Allah sangat menyenangi bila hamba-Nya bergerak untuk meninggikan agama Islam, salah satunya dengan mengagungkan syiar agama. Peringatan maulid adalah salah satu model syiar berbasis momentum yang sangat efektif dalam membangkitkan perasaan cinta umat kepada Nabinya. Setidaknya sebagai ajang untuk kembali ke masjid mengenang Nabi Muhammad SAW dan atau sekadar bersilaturrahim sesama umat Nabi Muhammad SAW. Dengan demikian, model syiar maulid adalah salah satu model yang perlu dilestarikan tetapi dengan catatan:

1. Menghindari anggapan bahwa peringatan maulid sama dengan ibadah musiman di dalam Islam seperti hanya shaum Ramadhan, shalat Id, dan ibadah lain yang sudah diatur ketat di dalam syariat. Jangan disamakan, sebab peringatan maulid hanyalah modl syiar terkini yang tidak diatur di dalam Al Qur’an dan Hadits.

2. Lebih menekankan kepada konsep peringatan ketimbang perayaan, karena keduanya berbeda secara makna filosofis. Peringatan bermakna substansif yang melibatkan pikiran dan perasaan, sementara perayaan lebih cenderung bermana basa-basi relijius dan ada kesan ikut-ikutan dengan kegiatan lain di luar Islam.

3. Tidak melakukan kegiatan yang menyimpang dari syariat seperti melakukan ritual yang berbau syirik, tahayul, bid’ah, dan khurafat di dalam agenda maulid.
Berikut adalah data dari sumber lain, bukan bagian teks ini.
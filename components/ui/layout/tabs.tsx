"use client";

import { type KeyboardEvent, type ReactNode, useId, useRef, useState } from "react";
import { cn } from "@/lib/cn";

export interface Tab {
  id: string;
  label: ReactNode;
  content: ReactNode;
}

export interface TabsProps {
  /** Name of the whole set. */
  label: string;
  tabs: readonly Tab[];
  /** Id of the tab shown first; default the first. */
  initial?: string;
}

/**
 * Panels of which one is shown. Arrows, Home and End move between the tabs. Written here and not taken from the
 * dialog library, because its tabs put `style` attributes into the server's HTML, which the content policy refuses.
 */
export function Tabs({ label, tabs, initial }: TabsProps) {
  const base = useId();
  const [active, setActive] = useState(initial ?? tabs[0]?.id);
  const buttons = useRef(new Map<string, HTMLButtonElement>());

  const move = (event: KeyboardEvent) => {
    const at = tabs.findIndex((tab) => tab.id === active);
    const target: Record<string, number> = {
      ArrowRight: (at + 1) % tabs.length,
      ArrowLeft: (at - 1 + tabs.length) % tabs.length,
      Home: 0,
      End: tabs.length - 1,
    };
    const next = tabs[target[event.key] ?? -1];
    if (!next) return;
    event.preventDefault();
    setActive(next.id);
    buttons.current.get(next.id)?.focus();
  };

  return (
    <div>
      <div
        role="tablist"
        aria-label={label}
        onKeyDown={move}
        className="no-print flex overflow-x-auto border-line border-b"
      >
        {tabs.map((tab) => {
          const shown = tab.id === active;
          return (
            <button
              key={tab.id}
              ref={(node) => {
                if (node) buttons.current.set(tab.id, node);
                else buttons.current.delete(tab.id);
              }}
              type="button"
              role="tab"
              id={`${base}-${tab.id}-tab`}
              aria-selected={shown}
              aria-controls={`${base}-${tab.id}`}
              tabIndex={shown ? 0 : -1}
              onClick={() => setActive(tab.id)}
              className={cn(
                "-mb-px min-h-control shrink-0 border-transparent border-b-[3px] px-4 text-15 -outline-offset-3",
                shown ? "border-action font-semibold text-ink" : "text-ink2 hover:text-ink",
              )}
            >
              {tab.label}
            </button>
          );
        })}
      </div>
      {tabs.map((tab) => (
        <div
          key={tab.id}
          role="tabpanel"
          id={`${base}-${tab.id}`}
          aria-labelledby={`${base}-${tab.id}-tab`}
          hidden={tab.id !== active}
          className="pt-4 print:block"
        >
          {tab.content}
        </div>
      ))}
    </div>
  );
}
Jangan sampai acara peringatan maulid terkotori dengan tindakan sesat, ibadah yang menyimpang dari tata cara Islam itu sendiri.

4. Pada setiap peringatan maulid, harus ada upaya pencerdasan tentang makna kontekstual peringatan maulid itu sendiri dan juga doktrinasi tentang pentingnya meneruskan perjuangan Rasulullah dalam menegakkan agama. Jangan difokuskan kepada agenda “lucu-lucu”, terutama bila ustadz penceramahnya berkarakter humoris.
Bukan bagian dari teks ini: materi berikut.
import { Readable } from "node:stream";
import type { StoredBytes } from "@/storage/port";

/** File name for Content-Disposition (RFC 6266): an ASCII fall-back and the full name in RFC 8187 form. */
function contentDisposition(fileName: string): string {
  const plain = fileName.replaceAll(/[^\w.-]/g, "_");
  const encoded = encodeURIComponent(fileName).replaceAll(
    /['()*]/g,
    (c) => `%${c.charCodeAt(0).toString(16).toUpperCase()}`,
  );
  return `attachment; filename="${plain}"; filename*=UTF-8''${encoded}`;
}

/** What names a download, and keeps it out of shared caches and any browser from rendering it. */
const guarded = (type: string, fileName: string) => ({
  "content-type": type,
  "content-disposition": contentDisposition(fileName),
  "cache-control": "private, no-store",
  "x-content-type-options": "nosniff",
  "content-security-policy": "sandbox",
});

function* encoded(pieces: Iterable<string>): Generator<Uint8Array> {
  for (const piece of pieces) yield Buffer.from(piece);
}

/** A text made piece by piece as a download that no browser renders; nobody holds it as a whole. */
export function downloadText(file: { fileName: string; type: string; pieces: Iterable<string> }): Response {
  const body = Readable.toWeb(Readable.from(encoded(file.pieces))) as ReadableStream<Uint8Array>;
  return new Response(body, { headers: guarded(`${file.type}; charset=utf-8`, file.fileName) });
}

/** A table made on the way as a download that no browser renders. */
export function downloadCsv({ fileName, csv }: { fileName: string; csv: string }): Response {
  return new Response(csv, { headers: guarded("text/csv; charset=utf-8", fileName) });
}

/** A stored file as a download that no browser renders, with its fingerprint (RFC 9530) beside it. */
export function download(file: StoredBytes & { fileName: string; sha256: string }): Response {
  const body = Readable.toWeb(file.body) as ReadableStream<Uint8Array>;
  return new Response(body, {
    headers: {
      ...guarded("application/octet-stream", file.fileName),
      "content-length": String(file.sizeBytes),
      "repr-digest": `sha-256=:${Buffer.from(file.sha256, "hex").toString("base64")}:`,
      "x-fingerprint": file.sha256,
    },
  });
}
Empat catatan saya tentang peringatan maulid, insyaAllah, akan membantu upaya kita semua dalam menafsirkan peringatan maulid yang hakiki, sebagai suatu acara relijius yang jauh dari makna bid’ah, melainkan sebagai model syiar yang memanfaatkan karakter masyarakat senang momentum. Jika masih disebut bid’ah, maka biarlah kami beramal di sini dan kalian beramal di sana. Bagi kalian amal kalian dan bagi kami amal kami. Kelak Allah yang akan menjadi hakim yang seadil-adilnya. Allahu A’lam.

Ringkasan pemikiran sederhana salah seorang muslim awam yang diamanahkan sebagai salah seorang panitia acara Peringatan Maulid Nabi Muhammad SAW 1434 H (2013 M), Masjid Al Jihad PT. Lontar Papyrus Pulp and Paper Industry – PT. Wirakarya Sakti, Komp. Sinar Mas Group Tebing Tinggi, Tanjab Barat, Jambi.